Le décret, au-delà du texte de la loi, impose que le congé (le congé de maternité ou d’adoption suffit) ait été pris alors que la mère était fonctionnaire (titulaire, stagiaire ou non titulaire si la période correspondante a été validée).Si l’enfant est né au cours d’une activité professionnelle relevant d’un autre régime de retraite, alors c’est au titre de ce régime que les avantages familiaux seront accordés. Pour les mères pluri pensionnées, les deux années d’assurance utilisées avec un salaire de référence faible (car déterminés sur les salaires les plus anciens) et pour une courte durée apporteront peu et certainement moins qu’une annuité rapportée au traitement des six derniers mois. Et certaines situations ne sont toujours pas prises en compte. On peut citer les mères qui ont adopté un enfant alors que le congé d’adoption n’existait pas et qui ne peuvent donc justifier de l’interruption d’activité. Une circulaire récente restreint également les conditions d’attribution puisque les enfants nés entre le dernier diplôme obtenu et le concours ne seraient pas comptabilisés !

Pour les enfants qui naîtront à partir du 1er janvier 2004 : il n’y a plus de bonification. Si elle ne cesse pas son activité ou ne la réduit pas au moment de la naissance de l’enfant, la mère, déjà fonctionnaire, n’ aura qu’une majoration de la durée d’assurance de 2 trimestres (seulement pour éviter ou réduire la décote).
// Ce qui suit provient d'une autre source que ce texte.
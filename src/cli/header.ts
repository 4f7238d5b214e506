import { imageHdus, readFitsFile } from '../fits/index.js';
import { readSolarMap, type SolarMap } from '../geometry/solar-map.js';
import { estimateNoise } from '../grid/noise.js';
import { numberText } from '../render/number-format.js';
import { DONE, FAILED } from './exit-codes.js';
import { faultLine } from './faults.js';
import { type ReadingOptions, readingOptions } from './reading-options.js';

function line(name: string, value: string): string {
  return `${name.padEnd(22)}${value}`;
}

function degrees(value: number): string {
  return Number.isNaN(value) ? 'not known' : `${value.toFixed(3)} deg`;
}

function mapLines(map: SolarMap): string[] {
  const { observer } = map;
  const { basis } = observer;
  const noise = estimateNoise(map.values, map.nx, map.ny);
  let known = 0;
  let lowest = Number.POSITIVE_INFINITY;
  let highest = Number.NEGATIVE_INFINITY;
  for (const value of map.values) {
    if (Number.isNaN(value)) continue;
    known++;
    if (value < lowest) lowest = value;
    if (value > highest) highest = value;
  }
  return [
    line('magnetogram', `HDU ${map.hdu}, ${map.nx} x ${map.ny} pixels, ${map.component} field`),
    line('observed', map.observed ?? 'not known'),
    line('unit', map.unit),
    line('values', `${numberText(lowest, 'G')} to ${numberText(highest, 'G')}`),
    line('missing', `${map.values.length - known} of ${map.values.length} pixels`),
    line(
      'noise',
      Number.isNaN(noise)
        ? 'too few quiet pixels'
        : `${numberText(noise, 'G')} (1 sigma, from quiet pixels)`,
    ),
    line('geometry', map.geometryName),
    line('pixel', `${map.pixelMm.toPrecision(4)} Mm on the Sun, facing the observer`),
    line('whole disk', map.fullDisk ? 'yes' : 'no'),
    line(
      'observer distance',
      `${(observer.distanceM / 1.495978707e11).toFixed(5)} au (${basis.distance})`,
    ),
    line('observer latitude B0', `${degrees(observer.latitudeDeg)} (${basis.latitude})`),
    line(
      'Stonyhurst longitude',
      `${degrees(observer.stonyhurstLongitudeDeg)} (${basis.stonyhurstLongitude})`,
    ),
    line(
      'Carrington longitude',
      `${degrees(observer.carringtonLongitudeDeg)} (${basis.carringtonLongitude})`,
    ),
    line('solar radius', `${(observer.solarRadiusM / 1e6).toFixed(2)} Mm (${basis.solarRadius})`),
  ];
}

/**
 * Prints what the reader makes of a file: its HDUs, then geometry, observer, unit and noise of the
 * magnetogram, or why there is none. Gives the exit code: 1 where the quick look would refuse it.
 */
export async function runHeader(path: string, options: ReadingOptions): Promise<number> {
  const file = readFitsFile(path);
  const images = imageHdus(file);
  const lines = [line('file', path), ''];
  for (const hdu of file.hdus) {
    const shape = hdu.shape.length > 0 ? hdu.shape.join(' x ') : 'no axes';
    const how = hdu.compression ? `, ${hdu.compression}` : '';
    const name = hdu.name ? `, ${hdu.name}` : '';
    const mark = images.includes(hdu) ? ', an image' : '';
    lines.push(
      line(`HDU ${hdu.index}`, `${hdu.kind}, ${shape}, BITPIX ${hdu.bitpix}${how}${name}${mark}`),
    );
  }
  lines.push('');
  try {
    const map = readSolarMap(file, readingOptions(options));
    lines.push(...mapLines(map));
    for (const warning of [...file.warnings, ...map.warnings]) lines.push(line('note', warning));
    process.stdout.write(`${lines.join('\n')}\n`);
    return DONE;
  } catch (error) {
    for (const warning of file.warnings) lines.push(line('note', warning));
    process.stdout.write(`${lines.join('\n')}\n`);
    process.stderr.write(`${faultLine(error, path, false)}\n`);
    return FAILED;
  }
}
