import type { MapOptions } from '../geometry/solar-map.js';

/** Options that say what a file's header does not, as commander gives them. */
export interface ReadingOptions {
  readonly hdu?: number | string;
  readonly plane?: number;
  readonly date?: string;
  readonly at?: { readonly lonDeg: number; readonly latDeg: number };
  readonly pixelScale?: number;
  readonly unit?: string;
}

/** The same for the reader of maps. */
export function readingOptions(options: ReadingOptions): MapOptions {
  return {
    ...(options.hdu !== undefined && { hdu: options.hdu }),
    ...(options.plane !== undefined && { plane: options.plane }),
    ...(options.date !== undefined && { dateIso: options.date }),
    ...(options.at && { at: options.at }),
    ...(options.pixelScale !== undefined && { pixelScaleArcsec: options.pixelScale }),
    ...(options.unit !== undefined && { unit: options.unit }),
  };
}
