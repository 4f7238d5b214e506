import { Worker } from 'node:worker_threads';
import type { RegionPicture } from '../render/region-picture.js';

/** What the thread gives back: the PNG, or what went wrong. */
export type PictureAnswer = { readonly content: Uint8Array } | { readonly fault: string };

/** Draws pictures, one at a time, in a second thread. */
export interface PictureDrawer {
  readonly draw: (picture: RegionPicture) => Promise<Uint8Array>;
  readonly close: () => Promise<void>;
}

/**
 * Starts the drawing thread at once, so that it loads while the first map is worked out: a fifth of a
 * second less to wait. It does not keep the process alive.
 */
export function startPictureDrawer(): PictureDrawer {
  const worker = new Worker(new URL('./picture-worker.js', import.meta.url));
  worker.unref();
  const draw = (picture: RegionPicture) =>
    new Promise<Uint8Array>((resolve, reject) => {
      worker.ref();
      const settle = (finish: () => void) => {
        // By name: Node hears its own events of the thread through listeners too.
        for (const event of ['message', 'error', 'exit']) worker.removeAllListeners(event);
        worker.unref();
        finish();
      };
      worker.once('message', (answer: PictureAnswer) =>
        settle(() =>
          'content' in answer
            ? resolve(answer.content)
            : reject(new Error(`the picture could not be drawn: ${answer.fault}`)),
        ),
      );
      worker.once('error', (error) => settle(() => reject(error)));
      worker.once('exit', (code) =>
        settle(() => reject(new Error(`the drawing thread ended with code ${code}`))),
      );
      worker.postMessage(picture);
    });
  return { draw, close: async () => void (await worker.terminate()) };
}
Pour les mères (ou les pères) qui prennent un congé parental, une disponibilité, un temps partiel de droit, ces périodes seront décomptées comme si elles avaient été travaillées à temps complet, dans la limite de trois ans par enfant. Si cette prise en compte est complètement légitime, on trouve derrière la décision de restreindre les avantages apportés à la mère qui, par nécessité ou par choix, poursuit à temps plein son activité professionnelle, le choix du mode de garde privilégié par le gouvernement, celui de la garde par la mère, (réalité actuelle), un modèle préféré à celui de la mère qui travaille.
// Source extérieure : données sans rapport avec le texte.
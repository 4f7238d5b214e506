import { parentPort } from 'node:worker_threads';
import { type Grid2, type GridUnit, makeGrid } from '../grid/grid.js';
import {
  prepareDrawing,
  type RegionPicture,
  renderRegionPicture,
} from '../render/region-picture.js';
import type { PictureAnswer } from './picture-drawer.js';

// Draws pictures in a thread of its own, which loads fonts and libraries while the main one computes.

/** A picture that crossed into this thread: its grids have lost their methods. */
function revive({ vector, ...rest }: RegionPicture): RegionPicture {
  const { patch, radialField, currentDensity } = rest;
  const grid = <U extends GridUnit>({ values, unit, pixelMm }: Grid2<U>) =>
    makeGrid(values.data, patch.nx, patch.ny, unit, pixelMm);
  return {
    ...rest,
    patch: { ...patch, field: grid(patch.field) },
    radialField: grid(radialField),
    currentDensity: currentDensity && grid(currentDensity),
    vector: vector && {
      ...vector,
      horizontal: { x: grid(vector.horizontal.x), y: grid(vector.horizontal.y) },
      currentDensity: grid(vector.currentDensity),
      currentNoise: grid(vector.currentNoise),
      alpha: grid(vector.alpha),
    },
  };
}

async function answer(picture: RegionPicture): Promise<PictureAnswer> {
  try {
    return { content: await renderRegionPicture(revive(picture)) };
  } catch (error) {
    return { fault: error instanceof Error ? error.message : String(error) };
  }
}

const port = parentPort;
if (port) {
  port.on('message', async (picture: RegionPicture) => port.postMessage(await answer(picture)));
  await prepareDrawing();
}
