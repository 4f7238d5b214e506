import { SpotjouleError } from '../errors.js';

/**
 * One line for stderr: the file and what is wrong with it. Faults that are not ours to foresee are
 * named as internal, still on one line; `debug` adds the stack trace.
 */
export function faultLine(error: unknown, file: string | undefined, debug: boolean): string {
  const known = error instanceof SpotjouleError;
  const message = error instanceof Error ? error.message : String(error);
  const where = (known ? error.context.file : undefined) ?? file;
  const hdu = known && error.context.hdu !== undefined ? ` (HDU ${error.context.hdu})` : '';
  const what = known
    ? message
    : `internal fault: ${message} (please report it; --debug shows where)`;
  const line = `spotjoule: ${where === undefined ? '' : `${where}${hdu}: `}${what}`;
  const stack = debug && error instanceof Error ? `\n${error.stack}` : '';
  return `${printable(line)}${stack}`;
}

/** One line without control characters: those of a file name or a header must not reach the terminal. */
export function printable(text: string): string {
  return text.replace(/[\p{Cc}\p{Zl}\p{Zp}]+/gu, ' ');
}
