import { basename } from 'node:path';
import type { MapAnalysisOptions } from '../figures/analyse-map.js';
import type { RegionFigures } from '../figures/region.js';
import type { VolumeSource } from '../figures/region-volume.js';
import type { SolarMap } from '../geometry/solar-map.js';
import type { ComponentSource } from '../geometry/vector-map.js';
import type { RegionPicture } from '../render/region-picture.js';
import type { QuickLookDocument } from '../report/document.js';
import { quickLook, vectorQuickLook } from '../report/quick-look.js';
import type { VolumeRegion } from '../report/volume-cube.js';
import type { QuickLookArguments } from './quicklook.js';
import { readingOptions } from './reading-options.js';

/** What the command makes of one map, whatever its kind. */
export interface Look {
  /** The file that names the results. */
  readonly file: string;
  readonly document: QuickLookDocument;
  readonly figures: RegionFigures;
  readonly noiseG: number;
  readonly noiseBasis: 'measured' | 'assumed';
  readonly map: SolarMap;
  /** What volumes and field lines are made from. */
  readonly surface: VolumeSource & VolumeRegion;
  readonly picture: RegionPicture;
  /** The patch's maps as a FITS file. */
  readonly maps: () => Promise<Uint8Array>;
}

/** The viewing directions are not drawn: spare the second thread a copy of three maps. */
const NOTHING = new Float64Array(0);
const NOT_DRAWN = { x: NOTHING, y: NOTHING, z: NOTHING };

/** Options of region and patch, for either kind of map. */
function commonOptions(options: QuickLookArguments) {
  return {
    ...(options.center && { center: options.center }),
    ...(options.extent !== undefined && { extentMm: options.extent }),
    ...(options.pixel !== undefined && { pixelMm: options.pixel }),
    ...(options.allowLimb && { allowLimb: true }),
    ...(options.noise !== undefined && { noiseG: options.noise }),
    ...(options.regionId !== undefined && { id: options.regionId }),
    sides: options.sides,
  };
}

/** The quick look of a line-of-sight or radial map. */
export function lookAtMap(file: string, options: QuickLookArguments): Look {
  const analysisOptions: MapAnalysisOptions = {
    ...commonOptions(options),
    ...(options.alpha !== undefined && { alphaPerMm: options.alpha }),
    radialMethod: options.radial,
  };
  const { document, map, analysis } = quickLook(file, {
    reading: readingOptions(options),
    analysis: analysisOptions,
  });
  const { version } = document.tool;
  return {
    file,
    document,
    figures: analysis.figures,
    noiseG: analysis.noiseG,
    noiseBasis: analysis.noiseBasis,
    map,
    surface: analysis,
    picture: {
      source: basename(file),
      observed: map.observed,
      toolVersion: version,
      region: analysis.figures,
      patch: { ...analysis.patch, toObserver: NOT_DRAWN },
      radialField: analysis.radialField,
      currentDensity: analysis.currentDensity,
      inversionLines: analysis.inversionLines,
    },
    maps: async () => (await import('../report/maps.js')).regionMaps(analysis, map, version),
  };
}

/** The quick look of a vector map. */
export function lookAtVector(
  sources: readonly ComponentSource[],
  options: QuickLookArguments,
): Look {
  const [{ file }] = sources;
  const { document, map, analysis } = vectorQuickLook(sources, {
    reading: {
      ...readingOptions(options),
      ...(options.azimuthZero && { azimuthZero: options.azimuthZero }),
    },
    analysis: {
      ...commonOptions(options),
      ...(options.disambiguation && { disambiguation: options.disambiguation }),
    },
  });
  const { version } = document.tool;
  return {
    file,
    document,
    figures: analysis.figures,
    noiseG: analysis.noiseG,
    noiseBasis: analysis.noiseBasis,
    map,
    surface: { ...analysis, radialField: analysis.field.z },
    picture: {
      source: basename(file),
      observed: map.observed,
      toolVersion: version,
      region: analysis.figures,
      patch: { ...analysis.patch, toObserver: NOT_DRAWN },
      radialField: analysis.field.z,
      currentDensity: analysis.currents.density,
      inversionLines: analysis.inversionLines,
      vector: {
        horizontal: { x: analysis.field.x, y: analysis.field.y },
        horizontalNoiseG: analysis.horizontalNoiseG,
        currentDensity: analysis.currents.density,
        currentNoise: analysis.currentNoise,
        alpha: analysis.alpha,
        alphaLeastG: analysis.alphaLeastG,
      },
    },
    maps: async () => (await import('../report/maps.js')).vectorMaps(analysis, map, version),
  };
}
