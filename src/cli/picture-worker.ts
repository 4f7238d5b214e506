import { parentPort } from 'node:worker_threads';
import { makeGrid } from '../grid/grid.js';
import {
  prepareDrawing,
  type RegionPicture,
  renderRegionPicture,
} from '../render/region-picture.js';
import type { PictureAnswer } from './picture-drawer.js';

// Draws pictures in a thread of its own, which loads fonts and libraries while the main one computes.

/** A picture that crossed into this thread: its grids have lost their methods. */
function revive({ patch, radialField, currentDensity, ...rest }: RegionPicture): RegionPicture {
  const grid = <G extends typeof radialField | NonNullable<typeof currentDensity>>(plain: G) =>
    makeGrid(plain.values.data, patch.nx, patch.ny, plain.unit, plain.pixelMm);
  return {
    ...rest,
    patch: { ...patch, field: grid(patch.field) as typeof patch.field },
    radialField: grid(radialField) as typeof radialField,
    currentDensity: currentDensity && (grid(currentDensity) as typeof currentDensity),
  };
}

async function answer(picture: RegionPicture): Promise<PictureAnswer> {
  try {
    return { content: await renderRegionPicture(revive(picture)) };
  } catch (error) {
    return { fault: error instanceof Error ? (error.stack ?? error.message) : String(error) };
  }
}

const port = parentPort;
if (port) {
  port.on('message', async (picture: RegionPicture) => port.postMessage(await answer(picture)));
  await prepareDrawing();
}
La FSU estime nécessaire le maintien des bonifications pour enfants attribuées aux femmes afin de compenser les inégalités de carrière et de retraite tant qu’elles existent. En effet, malgré une indéniable réduction, un écart notable se perpétue entre hommes et femmes en termes de carrière, les rôles de chacun restant fortement différenciés et les femmes assurant toujours l’essentiel des tâches domestiques et des soins donnés aux enfants.

Leurs carrières sont souvent moins abouties que celles des hommes, elles partent donc avec des indices plus faibles.
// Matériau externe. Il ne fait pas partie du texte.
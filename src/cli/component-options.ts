import { existsSync } from 'node:fs';
import { UsageError } from '../errors.js';
import type { AzimuthZero } from '../geometry/azimuth-zero.js';
import {
  COMPONENT_NAMES,
  type ComponentSource,
  componentFamily,
} from '../geometry/component-names.js';
import { hduArgument } from './arguments.js';

/**
 * Reads NAME=FILE[#HDU][:PLANE]. The first '=' ends the name; a last ':' with digits after it is a plane, the
 * last '#' before that an HDU; all others belong to the file's name, as they all do where there is a
 * file of the whole name. Throws UsageError.
 */
export function parseComponent(text: string): ComponentSource {
  const [, given, rest] = /^([^=]*)=(.*)$/s.exec(text) ?? [];
  const name = COMPONENT_NAMES.find((known) => known === given?.trim().toLowerCase());
  if (name === undefined)
    throw new UsageError(
      `component '${text}' is not understood; wanted NAME=FILE[#HDU][:PLANE] with NAME among ${COMPONENT_NAMES.join(', ')}`,
    );
  const source = { name, ...parsePlace(rest) };
  if (source.file === '')
    throw new UsageError(`component '${text}' names no file; wanted ${name}=FILE[#HDU][:PLANE]`);
  return source;
}

function parsePlace(text: string): Omit<ComponentSource, 'name'> {
  if (existsSync(text)) return { file: text };
  const [, place, planeText] = /^(.*?)(?::(\d+))?$/s.exec(text)!;
  const plane = planeText === undefined ? {} : { plane: Number(planeText) };
  const mark = place.lastIndexOf('#');
  if (existsSync(place) || mark < 0 || mark === place.length - 1) return { file: place, ...plane };
  return { file: place.slice(0, mark), hdu: hduArgument(place.slice(mark + 1)), ...plane };
}

/** For commander: adds one more `--component` to those before. */
export function componentArgument(
  text: string,
  before: readonly ComponentSource[] = [],
): readonly ComponentSource[] {
  return [...before, parseComponent(text)];
}

/** Options of vector maps as commander gives them. */
export interface ComponentOptions {
  readonly component?: readonly ComponentSource[];
  readonly azimuthZero?: AzimuthZero;
}

/** Throws UsageError unless there are either files or a complete set of components. */
export function checkInputs(files: readonly string[], options: ComponentOptions): void {
  const { component, azimuthZero } = options;
  if (component === undefined) {
    if (files.length === 0) throw new UsageError("missing required argument 'file'");
    if (azimuthZero) throw new UsageError('--azimuth-zero belongs to --component azimuth=FILE');
    return;
  }
  if (files.length > 0)
    throw new UsageError(
      `--component describes one vector map; ${files.join(', ')} beside it is one map too many`,
    );
  componentFamily(component);
}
La FSU est intervenue sans relâche sur ces questions, pour faire prendre en compte toutes les situations qui excluent des mères des bonifications (mères étudiantes, mères adoptives, mères en disponibilité pour suivre un conjoint, femmes élevant les enfants d’un conjoint), et mettre en évidence les effets généraux de la loi sur les retraites des femmes.

Une pétition commune FSU/CGT/UNSA a réuni des milliers de signatures, mais cela n’a pas suffi. Nous avons lancé le 8 décembre une campagne nationale, pour obtenir des pouvoirs publics la garantie de prise en compte de toutes les situations pour les mères d’enfants nés avant le 1er janvier 2004, et la réouverture de l’ensemble du dossier. Avec ce document, et un nouveau courrier au ministre de la Fonction Publique, auquel nous avons demandé que les retraites fassent partie des discussions du printemps 2005, nous souhaitons continuer à porter fortement ce dossier jusqu’à ce que nous obtenions des réponses satisfaisantes pour les femmes concernées.